First I cannot find a groomer within my area say a 45 minute drive. I trim my dogs in between grooming which is once a month. My previous groomers used to groom show dogs, so you can imagine what I am used to. I have the equipment and can groom them but it takes me hours and hours, which I do not have. What cut would me simple, I am not good with scissoring the legs, is there a blade that I could use to cut the legs, I am considering keeping them in a puppy cut, as it seems the easiest. I do shave the neck. Any suggestions would be greatly appreciated

My dogs are pets only, no showing, but they are with me when I am doing business and they have to look great at all times. The are in house dogs, so no matting, I brush every other day and shampoo every other week between grooming.


----------



## N2Mischief (Dec 3, 2012)

I am not a groomer, but I like a #3 or #5 blade on the body and legs if minimal scissoring will be done. Once you move into the combs more scissoring is required for a finished look. I don't do a clean neck, on Misha it makes her look like E.T. Her neck looked scrawny and wrinkled, lol. But on other toys I think it looks cute. Sometimes with toy poodles there is so little room to get the clipper blades, like the sanitary area. Especially with the smaller toys like your red one.

Edit to add: You may want to post this in the grooming forum


----------



## glorybeecosta (Nov 11, 2014)

Thanks, I use a 4 on the body but I will get the 3. and a 10 on the face, remember I am a novist. It cost me 120 a month, to groom the dogs, then I have to bring them home and trim up what is missed, really up sets me. My dogs set they do not jump around, I could see if they were hard to groom.


----------



## N2Mischief (Dec 3, 2012)

Actually a 4 might come out smoother than a 3. One of the groomers here could chime in. I was just getting at going as long as possible without a comb. A #5 is a little short but comes out pretty smooth for me compared to a 3, but probably just the angles I hold the clipper at, like I said, I am no groomer! lol

Have you tried mentioning it to your groomer. Before you leave go over the dog, if there is anything you are not happy with tell them!


----------



## glorybeecosta (Nov 11, 2014)

I have actually taken the dog back the next day to get her straightened up, we really do not have good groomer like we used to in the area. 

Thanks for your previous rely, no matter whether you are a professional groomer or not all help appreciated
Glory Bee


----------



## Angie82 (Nov 6, 2014)

I like the Japanese styles on small size poodles.


----------



## Manxcat (May 6, 2013)

I'm a home groomer, I keep Pippin short all over because she's a pain to groom so it's easier. Also because I'm not that young any more I find fiddling with a toy's "bits" problematic! I use a 5 blade on her body in the summer, and generally just do face, feet and tail during the winter until it's time to shave her down again. The legs get a 3/8 comb clip. 

I'm not good about scissoring and Pippin doesn't like being fiddled with - so I just keep her away from mirrors!! 
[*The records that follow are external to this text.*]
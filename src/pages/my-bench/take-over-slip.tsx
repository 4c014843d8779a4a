/** The paper slip of a handover: what, from whom, for which job; "I have it", or "Weight differs" with a weighing. */
import { useState } from 'react';
import type { HandoverRow } from '../../../shared/schemas/today.ts';
import { HandoverSlip } from '../../components/domain/handover-slip.tsx';
import { Button } from '../../components/ui/button.tsx';
import { ErrorSummary } from '../../components/ui/error-summary.tsx';
import { TextField } from '../../components/ui/text-field.tsx';
import { useToast } from '../../components/ui/toast.tsx';
import { WeightField } from '../../components/ui/weight-field.tsx';
import { noWeighing, orNull, typedWeighing } from '../../forms/typed.ts';
import { useEventForm } from '../../forms/use-event-form.ts';
import { numberText } from '../../lib/formats.ts';

export function TakeOverSlip({ handover }: { readonly handover: HandoverRow }) {
  const [differs, setDiffers] = useState(false);
  const show = useToast();
  const form = useEventForm({
    event: 'acknowledge',
    name: `acknowledge-${handover.voucher_id}`,
    initial: {},
    toBody: () => ({ voucher_id: handover.voucher_id, how: 'session' }),
    onPosted: (answer) =>
      show({
        words: `Voucher ${numberText(answer.records.at(-1)?.sequence ?? '')}: you have taken it over.`,
        to: null,
      }),
    preview: false,
  });
  return (
    <HandoverSlip handover={handover} links={false}>
      <ErrorSummary errors={form.errors} shown={form.tried} />
      {handover.state === 'disputed' ? (
        <p>The counter weighs it again before both of you.</p>
      ) : differs ? (
        <Dispute handover={handover} onKeep={() => setDiffers(false)} />
      ) : (
        <div className="slip-acts">
          <Button counter onPress={() => setDiffers(true)}>
            Weight differs
          </Button>
          <Button
            counter
            kind="primary"
            icon="check"
            busy={form.busy ? 'Posting …' : false}
            onPress={() => void form.submit()}
          >
            I have it
          </Button>
        </div>
      )}
    </HandoverSlip>
  );
}

function Dispute({ handover, onKeep }: { readonly handover: HandoverRow; readonly onKeep: () => void }) {
  const form = useEventForm({
    event: 'dispute-handover',
    name: `dispute-${handover.voucher_id}`,
    initial: { gross: '', note: '' },
    toBody: ({ gross, note }) => ({
      voucher_id: handover.voucher_id,
      how: 'session',
      weighing: typedWeighing({ ...noWeighing, gross }, 'weighing'),
      note: orNull(note),
    }),
    onPosted: onKeep,
    preview: false,
  });
  return (
    <div className="grid gap-3">
      <ErrorSummary errors={form.errors} shown={form.tried} />
      <WeightField
        label="What your balance shows, all of it"
        value={form.values.gross}
        onChange={(gross) => form.set({ gross })}
        error={form.errorOf('weighing.gross_g')}
      />
      <TextField
        label="Remark"
        value={form.values.note}
        onChange={(note) => form.set({ note })}
        error={form.errorOf('note')}
      />
      <div className="flex flex-wrap gap-2">
        <Button counter onPress={onKeep}>
          Weigh again first
        </Button>
        <Button
          counter
          kind="danger"
          busy={form.busy ? 'Posting …' : false}
          onPress={() => void form.submit()}
        >
          Dispute the weight
        </Button>
      </div>
    </div>
  );
}
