/**
 * A draft of a form, kept in the browser under its person, workshop and form until it is posted, with the key of its
 * request: so it survives a reload and a lost connection, and is recorded once.
 */
import { z } from '../../shared/schemas/zod.ts';

const kept = z.object({ key: z.string(), values: z.record(z.string(), z.unknown()) });
export type KeptDraft = z.output<typeof kept>;

const place = (name: string) => `grainward.draft.${name}`;

/** A fresh key for a request that has not been sent. */
export const newKey = (): string => crypto.randomUUID();

export function readDraft(name: string): KeptDraft | null {
  try {
    return kept.parse(JSON.parse(localStorage.getItem(place(name)) ?? ''));
  } catch {
    return null;
  }
}

/** Keeps a draft. Where the browser keeps nothing (private window), the form goes on without. */
export function keepDraft(name: string, draft: KeptDraft): void {
  try {
    localStorage.setItem(place(name), JSON.stringify(draft));
  } catch {
    return;
  }
}

export function dropDraft(name: string): void {
  try {
    localStorage.removeItem(place(name));
  } catch {
    return;
  }
}
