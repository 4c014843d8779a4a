/** Paper or charcoal: the system's setting until the person chooses; the choice is kept per device. */
import { useState } from 'react';

export type Theme = 'system' | 'paper' | 'charcoal';
const PLACE = 'grainward.theme';

function read(): Theme {
  try {
    const kept = localStorage.getItem(PLACE);
    return kept === 'paper' || kept === 'charcoal' ? kept : 'system';
  } catch {
    return 'system';
  }
}

/** Puts the kept choice on the page; called once before the first paint. */
export function applyTheme(theme: Theme = read()): void {
  if (theme === 'system') delete document.documentElement.dataset['theme'];
  else document.documentElement.dataset['theme'] = theme;
}

export function useTheme(): [Theme, (theme: Theme) => void] {
  const [theme, setTheme] = useState<Theme>(read);
  return [
    theme,
    (next) => {
      setTheme(next);
      applyTheme(next);
      try {
        if (next === 'system') localStorage.removeItem(PLACE);
        else localStorage.setItem(PLACE, next);
      } catch {
        return;
      }
    },
  ];
}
Pushkin is a dream to clip so I can be a bit more adventurous with him, but he's bigger too which makes a huge difference.


----------



## LEUllman (Feb 1, 2010)

How about one of these?


----------



## poodlecrazy#1 (Jul 2, 2013)

For a more elaborate simple cut I would suggest a continental or modified continental. Once you get your basic lines down it is a cinch and very little scissoring is needed. If you want less hair you could do a historical continental. 
Or a Miami/bikini cut. That one usually looks best with a #4 or shorter blade. 
Of course you also have your retriever and sporting clips which is basically same length all over with FFT and topknot. Retriever cut is more of a same length all over which would be good to do with any longer blade like a 4 or 3. The sporting cut has slightly longer legs that need a bit if blending. Also keep in mind the faults of your dogs and try to pick a cut that doesn't accentuate them. With mine they are a bit too long so I pick trims that leave longer hair on the neck and blends down into the back such as a modern, continental, European, etc. 

If you haven't gotten Shirlee Kalstone's poodle clipping grooming book yet I highly recommend doing so. It is a great book and has so much awesome info on the different clips. 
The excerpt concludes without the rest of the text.